Once a week, Steven Nissen, MD, holds a clinic in which almost every patient has elevated levels of lipoprotein(a), or Lp(a). Most of the clinic’s patients have had multiple family members suffer a cardiac event and/or undergo revascularization by their forties or fifties.

“These patients typically say, ‘I just had my Lp(a) checked and it’s really high; I’m scared to death,’” says Dr. Nissen, Chief Academic Officer for Cleveland Clinic’s Heart, Vascular & Thoracic Institute. He adds that while there are no FDA-approved therapies for lowering Lp(a) levels, four promising investigational therapies are in clinical trials, and Cleveland Clinic is leading several of the trials.

“We are a focal point for much of the research into treating Lp(a)-related cardiovascular risk,” Dr. Nissen says, “and we are advocates for patients getting their Lp(a) levels checked. In addition to raising awareness of Lp(a) as an important risk factor, this identifies people at elevated risk of cardiovascular events. We can then treat all their other risk factors super aggressively and consider enrollment in a clinical trial of an investigational therapy if appropriate.”

Dr. Nissen and his colleagues have focused on Lp(a) because of the emergence of the investigational therapies and because the clinical impacts of Lp(a) elevation, once underappreciated, have grown increasingly apparent in recent years.

Those impacts manifest as a heightened risk — and often an accelerated course — of CAD-related events and conditions, particularly premature myocardial infarction, venous thromboembolism and calcific aortic stenosis. “Elevated Lp(a) can nearly double the risk of atherosclerotic cardiovascular disease and aortic stenosis,” observes Leslie Cho, MD, Co-Section Head of Preventive Cardiology, “and it tends to lead to disease at a younger age.”

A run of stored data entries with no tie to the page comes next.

"""``thrustgraph run``: fly a model and print its summary, events and audits."""

from __future__ import annotations

import argparse
import math
import sys

from ..integrate import integrate
from ..result import SUMMARY_UNITS, FlightResult
from ..units import Q_
from .common import add_model_argument, add_set_option, load_with_overrides
from .outputs import add_quiet_option, check_paths, fly_model, load_checked, need_matplotlib, write_outputs

NAME = "run"
HELP = "fly a model and print the summary (burn time, peak thrust and acceleration, apogee or range, audits)"

# How each summary value is shown to people.
_DISPLAY = {
    "flight_time": ("flight time", "s"), "burn_time": ("powered time", "s"),
    "launch_mass": ("launch mass", "g"), "final_mass": ("final mass", "g"),
    "propellant_expelled": ("mass expelled", "g"), "peak_thrust": ("peak thrust", "N"),
    "peak_acceleration": ("peak acceleration", "m/s^2"), "max_speed": ("max speed", "m/s"),
    "guide_exit_speed": ("guide exit speed", "m/s"), "apogee": ("apogee", "m"), "range": ("range", "m"),
    "downrange": ("downrange", "m"), "drift": ("drift (across azimuth)", "m"),
    "total_impulse": ("total impulse", "N*s"), "specific_impulse": ("specific impulse", "s"),
    "impact_speed": ("impact speed", "m/s"), "peak_vessel_pressure": ("peak vessel pressure (abs)", "bar"),
    "dropped_mass": ("mass dropped at separations", "g"),
}


def add_arguments(p: argparse.ArgumentParser) -> None:
    add_model_argument(p)
    add_set_option(p)
    p.add_argument("--csv", metavar="FILE", help="write the time series (every signal and ledger term) to CSV")
    p.add_argument("--json", metavar="FILE", help="write the summary, phases, events and audits to JSON")
    p.add_argument("--plots", metavar="DIR", help="also draw the plots (PNG) into DIR")
    p.add_argument("--report", metavar="FILE", help="also write the self-contained HTML report to FILE")
    add_quiet_option(p)


def format_summary(r: FlightResult, name: str) -> str:
    lines = [f"thrustgraph: {name}", ""]
    lines.append("Phases")
    for ph in r.phases:
        lines.append(f"  {ph.name:<24s} {ph.t_start:9.4f} s -> {ph.t_end:9.4f} s   ({ph.duration:.4f} s)")
    lines.append("")
    lines.append("Summary")
    for key, (label, unit) in _DISPLAY.items():
        if key not in r.summary:
            continue
        q = Q_(r.summary[key], SUMMARY_UNITS[key]).to(unit)
        extra = f"   ({r.summary[key] / 9.80665:.3g} g)" if key == "peak_acceleration" else ""
        lines.append(f"  {label:<28s} {q.magnitude:12.5g} {unit}{extra}")
    for key in r.summary:
        if "." in key:  # entries of a component kind (e.g. a parachute's deployment speed)
            unit = r.unit(key)
            lines.append(f"  {key:<28s} {r.summary[key]:12.5g} {unit}")
    lines.append("")
    lines.append("Events")
    for e in r.events:
        lines.append(f"  {e.t:9.4f} s  {e.name:<20s} {e.component:<10s} {e.detail}")
    lines.append("")
    a = r.audit
    lines.append("Closure audits")
    lines.append(f"  mass residual       {a.mass_residual:+.3e} kg   (relative {a.mass_relative:+.3e})")
    m = math.sqrt(sum(c * c for c in a.momentum_residual))
    lines.append(f"  momentum residual   {m:.3e} kg m/s (relative {a.momentum_relative:.3e})")
    for stage, sub in r.dropped.items():
        lines.append("")
        lines.append(f"Dropped stage {stage!r} (flown on from {sub.t[0]:.4f} s)")
        for key in ("apogee", "range", "impact_speed", "flight_time"):
            if key in sub.summary:
                label, unit = _DISPLAY[key]
                q = Q_(sub.summary[key], SUMMARY_UNITS[key]).to(unit)
                lines.append(f"  {label:<28s} {q.magnitude:12.5g} {unit}")
        lines.append(f"  outcome: {sub.message}")
    lines.append("")
    lines.append(f"Outcome: {r.message}")
    if r.cautions:
        lines.append("")
        lines.append("Cautions")
        for c in r.cautions:
            lines.append(f"  ! {c}")
    return "\n".join(lines)


def main(args: argparse.Namespace) -> int:
    if args.plots or args.report:
        need_matplotlib()
    model, parsed = load_checked(args.model, args.overrides)  # errors name the file or the --set option
    check_paths([args.csv, args.json, args.report], [args.plots])  # before flying: a bad path costs nothing
    result = fly_model(parsed, quiet=args.quiet)
    # Build every output in memory first, so a failure leaves no partial file.
    outputs = []
    if args.csv:
        outputs.append((args.csv, result.to_csv(provenance=True)))
    if args.json:
        outputs.append((args.json, result.to_json()))
    if args.plots:
        from ..plots import figures, render
        outputs += [(f"{args.plots}/{n}.png", render(fig, "png")) for n, fig in figures(result).items()]
    if args.report:
        from ..report import render_report
        outputs.append((args.report, render_report(result, model, parsed=parsed)))
    print(format_summary(result, model.name))
    write_outputs(outputs, directories=[args.plots])
    return 0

Elevated Lp(a) is a genetically determined risk factor. Normal Lp(a) levels are less than 25 mg/dL. Significant risk of atherothrombotic events begins between 50 and 70 mg/dL and rises thereafter. Over 3 million Americans have levels of 180 mg/dL or greater, which confer extremely high risk.

Notably, Lp(a) levels are unaffected by available lipid-lowering therapies or by lifestyle interventions. “Elevated Lp(a) is one of the last untreatable frontiers of cardiovascular risk,” Dr. Nissen notes.

That may soon change, however, in view of the investigational therapies, known collectively as nucleic acid therapeutics. Eash of the two classes of these therapeutics — antisense oligonucleotides and short interfering RNAs (siRNAs) — act by degrading the messenger RNA that codes for apolipoprotein(a).

Four nucleic acid therapeutics — all given subcutaneously, from once monthly to once or twice a year — are now in clinical testing:

• Pelacarsen is an antisense oligonucleotide being studied in the phase 3 Lp(a) HORIZON outcomes trial coordinated by the Cleveland Clinic Coordinating Center for Clinical Research (C5Research). Results may be available in 2025.
• Olpasiran is an siRNA being assessed in the phase 3 OCEAN(a) outcomes trial. Results are expected in 2027.
• Zerlasiran is an siRNA being studied in a phase 2 trial coordinated by C5Research.
• Lepodisiran is an siRNA being evaluated the large phase 3 ACCLAIM-Lp(a) trial, an outcomes study led by C5Research with Cleveland Clinic also participating as an enrolling center.

Because Lp(a) HORIZON, OCEAN(a) and ACCLAIM-Lp(a) are outcome trials, they should help determine whether significant Lp(a) lowering reduces major adverse cardiovascular events in people with Lp(a) elevation, as well as the magnitude of Lp(a) reduction needed to prevent events.

“We want clinicians to start assessing Lp(a) now so that when Lp(a)-targeted therapies become available, we’ll be ready to treat the patients who need them,” says Dr. Cho.